Thursday, January 26, 2012

A Secondary Art Teacher

I walked into school today expecting the usual boring art class lesson plans of: "The kids should continue working on their projects, they know what they're doing."
Instead, when I walked into the office I was greeted by the principal with, "oh, Mr. C, what are you doing for the next two months?"

Long story short, I may have an unexpected long-term job coming up.  Right now I'm scheduled tomorrow (Friday) through all of next week.  Past that, things are still up in the air.
I spent some time tonight talking to an art teacher friend of mine, getting some advice and also reading up on state visual art content expectations.  I'm certified in social studies and English... I can't draw my way out of a paper bag.

With all that being said, the high school students just finished sculpting lawn gnomes out of clay.  They were sitting on a shelf in the room, and some of the kids did a really good job on them.  The gnomes still need to be fired and then painted.  I have no idea how to work a kiln.
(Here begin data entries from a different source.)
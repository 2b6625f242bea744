"""Contributors behind a safe surface, recounted by exact sums."""

import numpy as np
import pytest
from steadfield.algorithms.numeric.grid import Grid
from steadfield.algorithms.numeric.microaggregation import Groups
from steadfield.algorithms.numeric.safe_surface import FAINT, effective_behind, safe_surface
from steadfield.algorithms.numeric.surface import adaptive_surface, direct_surface

GRID = Grid(0, 8000, 50, 160, 160)
LEAST = 10
# near FAINT the surfaces that the count is worked out from are known to about a hundredth
CLOSE = 0.99


def exactly_behind(groups, widths):
    """Kish's (sum k W)^2 / sum k^2 S at every pixel, group by group and pixel by pixel."""
    total = direct_surface(groups.x, groups.y, groups.total, widths, GRID)
    # the square of a Gaussian kernel is a Gaussian, narrower by the root of 2
    masses = groups.squares / (4 * np.pi * widths**2)
    squares = direct_surface(groups.x, groups.y, masses, widths / np.sqrt(2), GRID)
    return np.divide(total**2, squares, out=np.zeros(GRID.shape), where=squares > 1e-200)


@pytest.mark.parametrize(("seed", "east"), [(6, 2200), (14, 1500), (31, 2200)])
def test_no_value_is_shown_where_fewer_contributors_stand(seed, east):
    # a dozen neighbours, and ten people who are both in the one and the other of two loose,
    # light groups: each of these holds 5 effective contributors
    rng = np.random.default_rng(seed)
    places = np.concatenate(
        [
            rng.normal((2500, 2500), 60, (12, 2)),
            rng.normal((2500 + east, 2500 + east / 2), 700, (10, 2)),
            rng.normal((1500, 6500), 700, (10, 2)),
        ]
    )
    people = np.r_[:12, 12:22, 12:22]
    weights = np.r_[np.ones(12), np.full(20, 0.1)]
    made = safe_surface(*places.T, LEAST, 150.0, GRID, np.random.default_rng(1), weights, people)
    valued = np.isfinite(made.density) & (made.density > 0)
    assert made.groups.effective().min() < LEAST
    assert valued.sum() > 100 and made.refused > 100
    assert exactly_behind(made.groups, made.bandwidths)[valued].min() >= LEAST * CLOSE


@pytest.mark.parametrize("crowd", [1, 2, 20])
def test_effective_contributors_are_never_overstated_where_a_value_is_kept(crowd):
    rng = np.random.default_rng(crowd)
    x, y = np.r_[rng.normal(2000, 150, crowd), 4000.0], np.r_[rng.normal(2500, 150, crowd), 4000.0]
    total, widths = np.r_[np.full(crowd, 12.0), 1.0], np.r_[np.full(crowd, 120.0), 1200.0]
    squares = np.r_[np.full(crowd, 12.0), 1 / 3]
    groups = Groups(np.empty(0, int), x, y, total, squares, widths, np.full(crowd + 1, 12))
    density = adaptive_surface(x, y, total, widths, GRID)
    found = effective_behind(groups, widths, density, GRID)
    kept = density > FAINT * density.max()
    exact = exactly_behind(groups, widths)
    # below LEAST a value is withheld, so what matters is on which side of it a pixel is
    assert not (kept & (found >= LEAST) & (exact < LEAST * CLOSE)).any()
    assert (kept & (found < LEAST)).any()


def test_the_tail_of_a_group_has_the_contributors_of_the_group():
    groups = Groups(
        np.empty(0, int), *np.array([[4000.0], [4000.0], [12.0], [12.0], [300.0]]), np.array([12])
    )
    widths = np.array([300.0])
    density = adaptive_surface(groups.x, groups.y, groups.total, widths, GRID)
    found = effective_behind(groups, widths, density, GRID)
    kept = density > FAINT * density.max()
    assert kept.sum() > 1500
    assert found[kept] == pytest.approx(12.0, rel=1e-3)
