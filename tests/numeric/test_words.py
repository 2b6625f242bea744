"""Sentences of the core that a host can say in another language."""

import pickle

import pytest
from steadfield.algorithms.numeric.errors import InputError
from steadfield.algorithms.numeric.record_words import of_all
from steadfield.algorithms.numeric.words import Words, joined

GERMAN = {
    "{} of {} records": "{} von {} Datensätzen",
    "{} lie far from {}.": "Weit von {1} liegen {0}.",
    "Only {:.2f} m.": "Nur {:.2f} m.",
}


def german(template):
    return GERMAN.get(template, template)


def test_a_sentence_is_its_english_text():
    words = Words("Only {:.2f} m.", 1.5)
    assert words == "Only 1.50 m."
    assert f"{words} And more." == "Only 1.50 m. And more."
    assert hash(words) == hash("Only 1.50 m.")


def test_a_translation_may_turn_the_order_and_reaches_sentences_inside():
    words = Words("{} lie far from {}.", of_all([True, False]), "Ostermoor")
    assert words.said(german) == "Weit von Ostermoor liegen 1 von 2 Datensätzen."
    assert joined([words, Words("Only {:.2f} m.", 2)]).said(german).endswith("Nur 2.00 m.")


def test_braces_in_names_and_in_sentences_without_values_stay():
    assert Words("odd {name}").said(german) == "odd {name}"
    assert Words("Only {} and {}", "{0}", "{}").said(german) == "Only {0} and {}"
    assert str(InputError("layer {a}: nothing")) == "layer {a}: nothing"


def test_a_template_filled_later_is_the_sentence_made_at_once():
    assert Words("{} of {} records").filled(1, 2).said(german) == "1 von 2 Datensätzen"


@pytest.mark.parametrize("protocol", range(2, pickle.HIGHEST_PROTOCOL + 1))
def test_sentence_and_error_arrive_whole_from_a_worker(protocol):
    error = InputError("{} lie far from {}.", Words("Only {:.2f} m.", 3), 7)
    arrived = pickle.loads(pickle.dumps(error, protocol))
    assert str(arrived) == "Only 3.00 m. lie far from 7."
    assert arrived.words.said(german) == "Weit von 7 liegen Nur 3.00 m.."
  1. Kilns arent too hard. If it's anything like the old craptastic one we had in school, you just set the temp, make sure none of the gnomes are solid clay (they have to be hollow or they'll explode), and then bake them. It's a day long process, the kids wont be able to work on them for a day or two. Though I'm sure you've already gone to google and looked up "how to use a kiln"..

  2. I give you a ton of credit, sir. I did two long-term stints, and I had months to prepare and observe before I took over. I could not imagine just taking the reins on the spot, especially outside of my area. (I had to learn Photoshop and Microsoft Access for Digital Design and Business Computer Applications. I needed every second of that 6 weeks to be ready to teach it, and I was still flying by the seat of my pants 99% of the time.)